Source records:
^^^^
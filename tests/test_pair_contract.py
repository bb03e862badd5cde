"""The pair list's contract: listed in full up to MAX_LISTED_PAIRS pairs, above that a tally and one
signature number per isomer and technique, so that no JSON output grows with the square of the isomers.

Check values: the verdicts the signatures give are compared with the full pair list computed by the
same code (:func:`enumerator.analyses.stretch.pairs.list_pairs`), and the isomer count of Mabcdef on
OC-6 (30 stereoisomers) is the textbook one (Miessler & Tarr, Inorganic Chemistry; from memory).
"""

from __future__ import annotations

import json

from enumerator.analyses.stretch import analysis as stretch
from enumerator.analyses.stretch.analysis import MAX_LISTED_PAIRS, StretchAnalysis
from enumerator.render.result import render_result
from enumerator.workflow.pipeline import analyse


def _verdicts_from_signatures(doc):
    ids = [i["id"] for i in doc["isomers"]]
    en = {i["id"]: i["enantiomer"] for i in doc["isomers"]}
    sig = doc["pair_signatures"]
    out = {}
    for x in range(len(ids)):
        for y in range(x + 1, len(ids)):
            a, b = ids[x], ids[y]
            if en[a] == b:
                out[(a, b)] = (False, False, False)
            else:
                out[(a, b)] = tuple(sig[k][x] != sig[k][y] for k in ("ir", "raman", "nmr"))
    return out


def test_signatures_decide_every_pair_as_the_list_does(monkeypatch):
    res = analyse("Mabcdef", geometry="OC-6", reporters=(("a", "CO"), ("b", "CO")))
    assert res.isomer_set.stereoisomers == 30  # Miessler & Tarr (from memory)
    listed = res.to_dict()
    assert listed["pairs_listed"] is True and "pair_signatures" not in listed
    monkeypatch.setattr(stretch, "MAX_LISTED_PAIRS", 10)
    doc = res.to_dict()
    assert doc["pairs"] == [] and doc["pairs_listed"] is False and doc["pair_tally"] == listed["pair_tally"]
    expect = {(p["a"], p["b"]): (p["ir_distinct"], p["raman_distinct"], p["nmr_distinct"]) for p in listed["pairs"]}
    assert _verdicts_from_signatures(doc) == expect


def test_above_the_cap_the_document_is_linear_in_the_isomers():
    # Mabcdefg on PBPY-7: 7!/10 = 504 stereoisomers (Burnside over the 10 rotations of D5h; common practice)
    res = analyse("Mabcdefg", geometry="PBPY-7", reporters=(("a", "CO"),))
    assert res.isomer_set.stereoisomers == 504
    n = len(res.isomers)
    assert n * (n - 1) // 2 > MAX_LISTED_PAIRS
    doc = json.loads(render_result(res, "json"))
    assert doc["pairs"] == [] and not doc["pairs_listed"]
    assert all(len(doc["pair_signatures"][k]) == n for k in ("ir", "raman", "nmr"))
    assert sum(doc["pair_tally"].values()) == n * (n - 1) // 2
    assert "pair_signatures" in render_result(res, "table")


def test_the_cap_is_two_hundred_isomers():
    assert 200 * 199 // 2 <= MAX_LISTED_PAIRS < 201 * 200 // 2
    assert StretchAnalysis.pair_tally  # the tally stays the always-present count
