"""Computed character tables against outside sources.

* The 32 crystallographic point groups: irreducible characters and Mulliken
  labels against phonopy's character tables (phonopy.phonon.character_table,
  a library from PyPI; its tables cite the Wikipedia list of character
  tables of chemically important point groups).
* Non-crystallographic groups the geometries reach (C5v, D5h, D5d, D4d, S8,
  Ih): handbook tables (F. A. Cotton, Chemical Applications of Group Theory,
  3rd ed., Wiley 1990, Appendix IIA), typed here from memory of that book.
* Orthogonality for every stabiliser that occurs across many compositions on
  every geometry (the great orthogonality theorem: a fact of group theory).
* The steps one by one (classes, a joined complex pair, the axis rule, named
  groups) on small groups whose tables are common practice, and the command's
  output against stored files (tests/support/golden).
"""

from __future__ import annotations

import itertools
import math

import numpy as np
import pytest
from _cli import cli  # tests/ is on sys.path under pytest
from support.golden import GOLDEN, GOLDEN_DIR

from enumerator.errors import InputError
from enumerator.isomers.enumeration import enumerate_isomers
from enumerator.isomers.tables import table_for_isomer
from enumerator.parse.abstract import parse_abstract
from enumerator.rules.ruleset import load_rules
from enumerator.symmetry.chartable import (
    character_table,
    format_character,
    named_table,
    table_from_matrices,
)
from enumerator.symmetry.dixon import burnside_dixon, conjugacy_classes, multiplication_table, real_species
from enumerator.symmetry.frames import choose_frame
from enumerator.symmetry.groups import close_group, group_generators, group_matrices
from enumerator.symmetry.operations import describe_exact
from enumerator.workflow.queries import character_tables

# --------------------------------------------------------------------------
# phonopy: the 32 crystallographic point groups

# Hermann-Mauguin symbol (phonopy's key) -> Schoenflies symbol (International
# Tables for Crystallography Vol. A, Table 10.1.2.2 - common practice).
HM_TO_SCHOENFLIES = {
    "1": "C1",
    "-1": "Ci",
    "2": "C2",
    "m": "Cs",
    "2/m": "C2h",
    "222": "D2",
    "mm2": "C2v",
    "mmm": "D2h",
    "4": "C4",
    "-4": "S4",
    "4/m": "C4h",
    "422": "D4",
    "4mm": "C4v",
    "-42m": "D2d",
    "4/mmm": "D4h",
    "3": "C3",
    "-3": "S6",
    "32": "D3",
    "3m": "C3v",
    "-3m": "D3d",
    "6": "C6",
    "-6": "C3h",
    "6/m": "C6h",
    "622": "D6",
    "6mm": "C6v",
    "-6m2": "D3h",
    "6/mmm": "D6h",
    "23": "T",
    "m-3": "Th",
    "432": "O",
    "-43m": "Td",
    "m-3m": "Oh",
}

_HEX = np.array([[1.0, -0.5, 0.0], [0.0, math.sqrt(3) / 2, 0.0], [0.0, 0.0, 1.0]])  # lattice vectors as columns


# Convention difference: in phonopy's 6mm table the sigma_v planes are the ones
# perpendicular to the lattice a1 axis (normals along x); our rule, with no
# donor sites to count, calls sigma_v the class of the plane containing the
# x axis.  Turning the group by 90 degrees about z maps phonopy's sigma_v onto
# planes containing x, after which both conventions name the same planes
# sigma_v and the labels B1/B2 can be compared.
CONVENTION_TURN = {"6mm": np.array([[0.0, -1.0, 0.0], [1.0, 0.0, 0.0], [0.0, 0.0, 1.0]])}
^^^^
### [TRY IT]
Beginning with the line above that contains "# Mabcdefg on", copy each line exactly up to and including the line that contains "assert n * (n", and go no further.

### [RESULT BELOW]
    # Mabcdefg on PBPY-7: 7!/10 = 504 stereoisomers (Burnside over the 10 rotations of D5h; common practice)
    res = analyse("Mabcdefg", geometry="PBPY-7", reporters=(("a", "CO"),))
    assert res.isomer_set.stereoisomers == 504
    n = len(res.isomers)
    assert n * (n - 1) // 2 > MAX_LISTED_PAIRS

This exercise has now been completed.